OBSERVATOIRES Egalité des chances / échec scolaire

La logique de l’individualisation

article paru dans l’US 643 du 28 actobre 2006

LA LOGIQUE DE L’INDIVIDUALISATION

« ÉGALITÉ DES CHANCES »... OU ÉGALITÉ ? Le SNES a récemment consacré deux journées Observatoire à cette notion « d’Égalité des chances » afin de montrer ce qu’elle recouvre et les dangers qu’elle contient. Les contributions des différents intervenants et les débats sont en ligne sur le site http:/www. snes.edu/observ/spip

L’égalité des chances est le maître mot de notre gouvernement. L’idée oriente la plupart des dispositifs actuels, de la Loi Fillon à la loi Borloo.
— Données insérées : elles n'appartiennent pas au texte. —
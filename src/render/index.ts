export { renderSvg, escapeXml, pathData } from './svg.ts';
export type { SvgOptions, SvgTextMode } from './svg.ts';
export { renderPdf } from './pdf.ts';
export type { PdfOptions } from './pdf.ts';
export { renderPng, rasteriseSvg } from './png.ts';
export { UnsupportedCharacterError, assertDrawable } from './errors.ts';
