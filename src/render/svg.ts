/**
 * Scene → SVG text. Translation only: every position and width comes from the scene.
 * The font is NOT embedded (a base64 @font-face would add ~300 kB per file); text is set in
 * 'Source Sans 3' with kerning off, so a viewer with the font draws runs exactly as wide as the
 * widths measured in src/scene/text.ts. For rasterising, text can instead be written as glyph
 * outlines (`text: 'outlines'`), which a rasteriser draws without laying out any text.
 */
import { FONT_FAMILY } from '../scene/fonts.ts';
import { MM_PER_PT, printableText } from '../scene/text.ts';
import type { ClipRect, Fill, PathSegment, Scene, SceneNode, Stroke, Tagged, TextNode } from '../scene/types.ts';
import { assertDrawable } from './errors.ts';
import { num } from './svgNumbers.ts';
import { outlinedText } from './svgTextOutline.ts';

export { num };

/** How text is written: real <text> elements (selectable, needs the font) or glyph outlines as paths. */
export type SvgTextMode = 'text' | 'outlines';

export interface SvgOptions {
  /** Default 'text'. 'outlines' is for rasterising: no font needed, nothing to lay out. */
  readonly text?: SvgTextMode;
}

// Beyond control characters, XML 1.0 forbids lone surrogates and U+FFFE/U+FFFF.
const XML_FORBIDDEN = /[\uD800-\uDBFF](?![\uDC00-\uDFFF])|(?<![\uD800-\uDBFF])[\uDC00-\uDFFF]|[\uFFFE\uFFFF]/g;
const XML_ENTITIES: Readonly<Record<string, string>> = { '&': '&amp;', '<': '&lt;', '>': '&gt;', '"': '&quot;', "'": '&apos;' };

/** Text safe inside XML content and double-quoted attributes ("]]>" cannot survive: > is escaped). */
export function escapeXml(text: string): string {
  return printableText(text).replace(XML_FORBIDDEN, '').replace(/[&<>"']/g, (ch) => XML_ENTITIES[ch] ?? ch);
}

/** Per-render state: clip ids count up in document order, so ids are stable between runs. */
interface Context {
  readonly defs: string[];
  readonly textMode: SvgTextMode;
  clipCount: number;
}

function attrs(pairs: ReadonlyArray<readonly [string, string | undefined]>): string {
  return pairs
    .filter((pair): pair is readonly [string, string] => pair[1] !== undefined)
    .map(([name, value]) => ` ${name}="${value}"`)
    .join('');
}

function tagAttrs(node: Tagged): Array<readonly [string, string | undefined]> {
  return [
    ['data-role', node.role === undefined ? undefined : escapeXml(node.role)],
    ['data-key', node.key === undefined ? undefined : escapeXml(node.key)],
  ];
}

function paintAttrs(stroke: Stroke | undefined, fill: Fill | undefined): Array<readonly [string, string | undefined]> {
  const dash = stroke?.dashMm && stroke.dashMm.length > 0 ? stroke.dashMm.map(num).join(' ') : undefined;
  return [
    ['fill', fill ? escapeXml(fill.colour) : 'none'],
    ['fill-opacity', fill?.opacity !== undefined && fill.opacity !== 1 ? num(fill.opacity) : undefined],
    ['stroke', stroke ? escapeXml(stroke.colour) : undefined],
    ['stroke-width', stroke ? num(stroke.widthMm) : undefined],
    ['stroke-dasharray', dash],
    ['stroke-linecap', stroke?.cap],
    ['stroke-linejoin', stroke?.join],
  ];
}

/** SVG path data for segments (mm). */
export function pathData(segments: readonly PathSegment[]): string {
  return segments
    .map((s) => {
      switch (s.op) {
        case 'M':
        case 'L':
          return `${s.op}${num(s.x)} ${num(s.y)}`;
        case 'C':
          return `C${num(s.x1)} ${num(s.y1)} ${num(s.x2)} ${num(s.y2)} ${num(s.x)} ${num(s.y)}`;
        case 'Z':
          return 'Z';
      }
    })
    .join('');
}

const ANCHOR: Readonly<Record<TextNode['anchor'], string>> = { start: 'start', middle: 'middle', end: 'end' };

function textElement(node: TextNode): string {
  assertDrawable(node);
  // Rotation is counter-clockwise on paper; SVG's y-down rotate() is clockwise, hence the minus.
  const rotate = node.rotateDeg === 90 ? `rotate(-90 ${num(node.x)} ${num(node.y)})` : undefined;
  const a = attrs([
    ['x', num(node.x)],
    ['y', num(node.y)],
    ['font-size', num(node.sizePt * MM_PER_PT)],
    ['font-weight', node.weight === 'bold' ? '700' : '400'],
    ['text-anchor', ANCHOR[node.anchor]],
    ['fill', escapeXml(node.colour)],
    ['transform', rotate],
    ...tagAttrs(node),
  ]);
  return `<text${a}>${escapeXml(node.text)}</text>`;
}

/** The text node as one filled path of its glyph outlines (an empty group when it has no ink). */
function outlinedTextElement(node: TextNode): string {
  assertDrawable(node);
  const outline = outlinedText(node);
  if (!outline) return `<g${attrs(tagAttrs(node))}/>`;
  return `<path${attrs([['d', outline.d], ['transform', outline.transform], ['fill', escapeXml(node.colour)], ...tagAttrs(node)])}/>`;
}

function clipAttr(clip: ClipRect | undefined, ctx: Context): string | undefined {
  if (!clip) return undefined;
  ctx.clipCount += 1;
  const id = `clip-${ctx.clipCount}`;
  const rect = attrs([['x', num(clip.x)], ['y', num(clip.y)], ['width', num(clip.width)], ['height', num(clip.height)]]);
  ctx.defs.push(`<clipPath id="${id}"><rect${rect}/></clipPath>`);
  return `url(#${id})`;
}

function element(node: SceneNode, ctx: Context): string {
  switch (node.type) {
    case 'group': {
      const a = attrs([['clip-path', clipAttr(node.clip, ctx)], ...tagAttrs(node)]);
      return `<g${a}>\n${node.children.map((child) => element(child, ctx)).join('\n')}\n</g>`;
    }
    case 'path':
      return `<path${attrs([['d', pathData(node.segments)], ...paintAttrs(node.stroke, node.fill), ...tagAttrs(node)])}/>`;
    case 'rect': {
      const box = [['x', num(node.x)], ['y', num(node.y)], ['width', num(node.width)], ['height', num(node.height)]] as const;
      return `<rect${attrs([...box, ...paintAttrs(node.stroke, node.fill), ...tagAttrs(node)])}/>`;
    }
    case 'circle': {
      const geometry = [['cx', num(node.cx)], ['cy', num(node.cy)], ['r', num(node.r)]] as const;
      return `<circle${attrs([...geometry, ...paintAttrs(node.stroke, node.fill), ...tagAttrs(node)])}/>`;
    }
    case 'text':
      return ctx.textMode === 'outlines' ? outlinedTextElement(node) : textElement(node);
  }
}

/** A self-contained SVG document of the scene, sized in mm with a mm viewBox. */
export function renderSvg(scene: Scene, opts: SvgOptions = {}): string {
  const ctx: Context = { defs: [], textMode: opts.text ?? 'text', clipCount: 0 };
  const body = element(scene.root, ctx);
  const w = num(scene.widthMm);
  const h = num(scene.heightMm);
  const rootAttrs = attrs([
    ['xmlns', 'http://www.w3.org/2000/svg'],
    ['width', `${w}mm`],
    ['height', `${h}mm`],
    ['viewBox', `0 0 ${w} ${h}`],
    ['font-family', `'${FONT_FAMILY}'`],
    ['style', 'font-kerning:none'],
    ['role', 'img'],
  ]);
  const head = ['<?xml version="1.0" encoding="UTF-8"?>', `<svg${rootAttrs}>`, `<title>${escapeXml(scene.title)}</title>`];
  head.push(`<desc>${escapeXml(scene.description)}</desc>`);
  if (ctx.defs.length > 0) head.push(`<defs>\n${ctx.defs.join('\n')}\n</defs>`);
  return `${[...head, body, '</svg>'].join('\n')}\n`;
}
C’est aussi celle qui est déclinée dans bon nombre de discours politiques, en cette période préélectorale.

Pourquoi une telle obstination à accoler le mot « chances » et somme toute, une certaine part de loterie, à un principe comme celui d’égalité ? Un début d’explication réside dans la conférence de presse de rentrée de notre ministre : « L’Égalité des chances » nous dit-il « c’est le mérite ». Audelà d’un discours populiste sur le thème du retour aux valeurs d’antan, il y a dans cet aveu tout un programme : transformer les échecs actuels du système éducatif qui ne parvient pas à renverser les inégalités sociales, en échecs individuels liés au mérite de chacun.

La logique de l’individualisation des parcours dans le cadre de la mise en place de la loi Fillon est la pierre angulaire de cette mutation radicale de notre système éducatif. Assortie du PPRE elle permet de transformer l’engagement collectif d’une société, basé sur le principe fondamental d’égalité, pour faire réussir tous les élèves dans le cadre d’un programme national, en une « faveur accordée » sous condition de « bon » comportement, pour obtenir ou conserver ce que la loi prévoit. Mais à l’arrivée, tout le monde n’aura pas « saisi sa chance » et les inégalités constatées seront donc entièrement... méritées.

Or nous savons bien qu’apprendre est essentiellement un acte collectif, et que ce qui est décisif, c’est la réussite des apprentissages en classe. À l’inverse, l’efficacité des remédiations, soutiens particuliers et autres stratégies individualisantes est remise en cause à la fois par les enseignants qui n’y croient guère (ou sauf dans des cas très particuliers) et par les résultats de la recherche. C’est au moment de la mise en place des apprentissages qu’il faut donner un maximum de « chances », en diversifiant les situations d’enseignement. Il faut investir dans la formation des enseignants, le travail de concertation, la confrontation des pratiques, la diffusion des recherches scientifiques et mettre en place une véritable réflexion sur les contenus d’enseignement, réflexion que court-circuite à nos yeux le Socle commun en réduisant le savoir à des compétences utilitaristes.